The OHCHR has ventured into territory not envisaged by L.19/2 by
making substantive recommendations, the minister said.
“The recommendations contained in the Report introduce substantive
measures which are totally unrelated to the mandate under 19/2,” he
said.
“For these reasons, we would request Members of this Council to
critically evaluate the content and scope of this Report to ensure that
an unhealthy precedent should not be established. I would also urge you
to resist all attempts to use such a flawed and misconceived document to
be the basis on which this Council contemplates taking further action,”
Samarasinghe said.
“We also have concerns regarding the conduct of the OHCHR team who
immediately after their return to Geneva, chose to brief a selected
group of countries at an event hosted by a third country even before
sharing the outcome of their visit with Sri Lanka either in Colombo or
with the Permanent Mission in Geneva. Our Permanent Representative had,
at the time, raised these concerns with the High Commissioner. It is
interesting that the new draft resolution borrows heavily from the
language of the OHCHR Report. I submit that follow up action based on a
collection of inaccuracies and misconceptions is in itself fatally
flawed,” the minister said.
“In sum, it appears that the report is the outcome of no more than an
information gathering exercise that has served as launching pad for a
fresh resolution, rather than an attempt to stay within the bounds of
strictly following-up on L.19/2 which stipulates the requirement of
consultation and concurrence on the provision of technical assistance,
consistent with Resolutions 5/1 and 5/2.”
The statement also adds: “We wish to express our strongest
reservations as to the content of the report on Sri Lanka as well as the
procedure followed in formulating this document which bears number
A/HRC/22/38. This report purports to be pursuant to Resolution L. 19/2
which we have rejected. We also question how a technical mission, after
a visit of just over a week, could have produced such a document
purporting to be a comprehensive report pursuant to L.19/2.

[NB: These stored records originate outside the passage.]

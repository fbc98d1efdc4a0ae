/**
 * Crowding: how much room each qubit has. A qubit's margin is its smallest distance to any
 * collision condition minus that condition's threshold (README physics conventions sec. 5):
 *
 *   idle margin   the smallest |f - f_c| - threshold over the idle detuning conditions (01-01,
 *                 01-12 both ways, next-01-01, tls beyond its width, readout) with the exact
 *                 spectra at parking, and for ZZ the distance to where |zeta| reaches the limit
 *                 with the neighbour where it parks (src/plan/rules/idle-blockers.ts, inside the
 *                 tunable range)
 *   CZ margin     for each gate the qubit moves in or watches as a spectator, the smallest
 *                 cz-spectator / cz-next / cz-tls distance at the interaction point minus its threshold
 *
 * read in units of the expected frequency spread from fabrication, sigma_f = |df01/d ln E_J| *
 * resistanceSpread (default 2 %; src/plan/exact-state.ts). A margin below marginFlagSpreads
 * spreads (default 3) is flagged. Chip summary: the usable fraction of each qubit's window (the
 * part not blocked with the others where they park) and the 100 MHz bands where at least two
 * qubits, and at least half of those parked there, are flagged.
 */
import type { PlanContext } from './context.js';
import type { ExactQubitState } from './exact-state.js';
import { band, ghz, mhz } from './format.js';
import { coveredLength, signedDistance } from './intervals.js';
import type { EdgePlan } from './interaction/plan-edge.js';
import type { RuleName } from './rules/catalogue.js';
import type { Finding } from './rules/findings.js';
import { IdleBlockers, type FrequencyView } from './rules/idle-blockers.js';
import { emptyTableState } from './qubit-table.js';
import { narrowResonanceZz, secondOrderZz } from './zz-second-order.js';

export interface QubitCrowding {
  /** Smallest margin (GHz), idle and CZ together. */
  marginGHz: number;
  idleMarginGHz: number;
  czMarginGHz: number;
  sigmaGHz: number;
  marginSpreads: number;
  /** The nearest condition. */
  nearest: { rule: RuleName; other: string | null };
  /** Fraction of the window (domain) not blocked by the others where they park. */
  usableFraction: number;
}

export interface CrowdedBand {
  loGHz: number;
  hiGHz: number;
  qubits: string[];
  flagged: string[];
}

export interface Crowding {
  qubits: QubitCrowding[];
  bands: CrowdedBand[];
  flags: Finding[];
}

export const CROWDING_DEFAULTS = Object.freeze({ bandGHz: 0.1 });

export function crowding(
  ctx: PlanContext,
  parkingGHz: ArrayLike<number>,
  states: readonly (ExactQubitState | null)[],
  zzScale: Float64Array,
  plans: readonly EdgePlan[],
): Crowding {
  const n = ctx.n;
  const view: FrequencyView = {
    freq: Float64Array.from(parkingGHz),
    states: ctx.tables.map((t, i) => t.at(parkingGHz[i], emptyTableState())),
    active: new Uint8Array(n).fill(1),
    zzScale,
    zzLimitGHz: ctx.rules.zzLimitGHz,
  };
  const blockers = new IdleBlockers(ctx);
  const czMargin = new Float64Array(n).fill(Infinity);
  const czNearest: { rule: RuleName; other: string | null }[] = Array.from({ length: n }, () => ({ rule: 'cz-spectator-01-01' as RuleName, other: null }));
  const r = ctx.rules;
  // Ties (within 1 kHz: plans read back carry 12 digits) keep the condition found first.
  const TIE = 1e-6;
  const noteCz = (q: number, m: number, rule: RuleName, other: number) => {
    if (m < czMargin[q] - TIE) {
      czMargin[q] = m;
      czNearest[q] = { rule, other: other >= 0 ? ctx.ids[other] : null };
    }
  };
  for (const p of plans) {
    if (!Number.isFinite(p.interactionGHz)) continue;
    const A = p.mover;
    const to = p.interactionGHz;
    const parked = new Map(p.parked.map((x) => [x.qubit, x]));
    for (const S of ctx.neighbours[A]) {
      if (S === p.partner) continue;
      const st = states[S];
      if (!st) continue;
      const f01 = parked.get(S)?.fGHz ?? st.f01GHz;
      const f12 = parked.get(S)?.f12GHz ?? st.f12GHz;
      const sd = r.spectatorDetuningGHz;
      const list: [RuleName, number][] = [
        ['cz-spectator-01-01', Math.abs(to - f01) - sd],
        ['cz-spectator-11-20', Math.abs(p.moverF12AtInteractionGHz - f01) - sd],
        ['cz-spectator-11-02', Math.abs(to - f12) - sd],
      ];
      for (const [rule, m] of list) {
        noteCz(A, m, rule, S);
        noteCz(S, m, rule, A);
      }
    }
    for (const t of ctx.qubits[A].tls) noteCz(A, Math.abs(to - t.atGHz) - t.widthGHz - r.tlsClearanceGHz, 'cz-tls', -1);
  }
  const qubits: QubitCrowding[] = [];
  const flags: Finding[] = [];
  for (let i = 0; i < n; i++) {
    const f = parkingGHz[i];
    const list = blockers.of(i, view, []);
    let idle = Infinity;
    let nearest: { rule: RuleName; other: string | null } = { rule: '01-01', other: null };
    const note = (m: number, rule: RuleName, other: number) => {
      if (m < idle - TIE) {
        idle = m;
        nearest = { rule, other: other >= 0 ? ctx.ids[other] : null };
      }
    };
    // Detuning conditions, exact (they count even where tuning cannot reach them: fabrication can).
    const si = states[i];
    if (si) {
      for (const j of ctx.neighbours[i]) {
        const sj = states[j];
        if (!sj) continue;
        note(Math.abs(si.f01GHz - sj.f01GHz) - r.detuning0101GHz, '01-01', j);
        note(Math.abs(si.f01GHz - sj.f12GHz) - r.detuning0112GHz, '01-12', j);
        note(Math.abs(si.f12GHz - sj.f01GHz) - r.detuning0112GHz, '01-12', j);
      }
      for (const p of ctx.nextNearestOf[i]) {
        const pair = ctx.nextNearest[p];
        const k = pair.a === i ? pair.b : pair.a;
        const sk = states[k];
        if (sk) note(Math.abs(si.f01GHz - sk.f01GHz) - r.detuningNext0101GHz, 'next-01-01', k);
      }
      for (const d of ctx.qubits[i].tls) note(Math.abs(si.f01GHz - d.atGHz) - d.widthGHz - r.tlsClearanceGHz, 'tls', -1);
      const rd = ctx.qubits[i].readoutGHz;
      if (rd !== undefined) note(Math.abs(si.f01GHz - rd) - r.readoutDetuningGHz, 'readout', -1);
    }
    // ZZ: distance to where |zeta| reaches the limit (within the tunable range).
    for (const b of list) if (b.rule === 'zz') note(signedDistance(f, b), 'zz', b.other);
    const margin = Math.min(idle, czMargin[i]);
    if (czMargin[i] < idle - TIE) nearest = czNearest[i];
    const sigma = states[i]?.sigmaGHz ?? NaN;
    const spreads = margin / sigma;
    const d = ctx.domains[i] ?? ctx.ranges[i];
    const length = d.hi - d.lo;
    const usable = length > 0 ? Math.max(0, 1 - coveredLength(d, list) / length) : f > d.lo - 1e-9 && f < d.hi + 1e-9 ? 1 : 0;
    qubits.push({ marginGHz: margin, idleMarginGHz: idle, czMarginGHz: czMargin[i], sigmaGHz: sigma, marginSpreads: spreads, nearest, usableFraction: usable });
    if (Number.isFinite(spreads) && spreads < r.marginFlagSpreads) {
      const what = nearest.other ? `${nearest.other} ${nearest.rule}` : nearest.rule;
      flags.push({
        rule: 'margin', qubits: nearest.other ? [ctx.ids[i], nearest.other] : [ctx.ids[i]], value: spreads, threshold: r.marginFlagSpreads,
        message: `${ctx.ids[i]} at ${ghz(f)}: margin ${mhz(margin)} = ${spreads.toFixed(2)} fabrication spreads (sigma ${mhz(sigma)}) to ${what}; below ${r.marginFlagSpreads}`,
        details: { marginGHz: margin, sigmaGHz: sigma },
      });
    }
  }
  // Crowded bands.
  const bands: CrowdedBand[] = [];
  const width = CROWDING_DEFAULTS.bandGHz;
  const flagged = new Set(flags.map((fl) => fl.qubits[0]));
  const bins = new Map<number, number[]>();
  for (let i = 0; i < n; i++) {
    const k = Math.floor(parkingGHz[i] / width + 1e-9);
    bins.set(k, [...(bins.get(k) ?? []), i]);
  }
  for (const k of [...bins.keys()].sort((a, b) => a - b)) {
    const members = bins.get(k)!.map((i) => ctx.ids[i]);
    const bad = members.filter((id) => flagged.has(id));
    if (bad.length >= 2 && 2 * bad.length >= members.length) bands.push({ loGHz: k * width, hiGHz: (k + 1) * width, qubits: members, flagged: bad });
  }
  return { qubits, bands, flags };
}

/**
 * Per-edge factor that makes the second-order ZZ estimate equal the exact ZZ at the parking point
 * (1 where the estimate is tiny or the ratio is implausible), so ZZ margins read the exact limit.
 */
export function calibratedZzScale(ctx: PlanContext, parkingGHz: ArrayLike<number>, exactZzGHz: Float64Array): Float64Array {
  const scale = new Float64Array(ctx.edges.length).fill(1);
  const a = emptyTableState();
  const b = emptyTableState();
  for (const e of ctx.edges) {
    const sa = ctx.tables[e.a].at(parkingGHz[e.a], a);
    const sb = ctx.tables[e.b].at(parkingGHz[e.b], b);
    const est = secondOrderZz(sa, sb, e.gChargeGHz) + narrowResonanceZz(sa, sb, e.gChargeGHz);
    const ratio = exactZzGHz[e.index] / est;
    if (Math.abs(est) > 1e-9 && ratio > 0.2 && ratio < 5) scale[e.index] = ratio;
  }
  return scale;
}

/** One line per crowded band: "5.100-5.200 GHz: 6 qubits parked, 4 flagged (Q1, Q4, Q7, Q9)". */
export function bandText(b: CrowdedBand): string {
  return `${band(b.loGHz, b.hiGHz)}: ${b.qubits.length} qubits parked, ${b.flagged.length} with margins under the flag (${b.flagged.join(', ')})`;
}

We have already placed on record the numerous inaccuracies and
misconceptions which mar the report in an Addendum numbered
A/HRC/22/38/Add.1.
The Report refers several times to the United Nations Secretary
General’s Advisory Panel of Experts’ (PoE) Report on Sri Lanka. We
requested the OHCHR to delete all references to the PoE Report as it was
not referred to in the Resolution 19/2, and therefore reference to it in
the OHCHR Report expands the ambit of the Report beyond the original
scope and mandate of that Resolution. Furthermore, the PoE
Report on Sri Lanka was commissioned by the UN Secretary General as a
private consultation and is not the product or a request of the UN Human
Rights Council, or any other intergovernmental process.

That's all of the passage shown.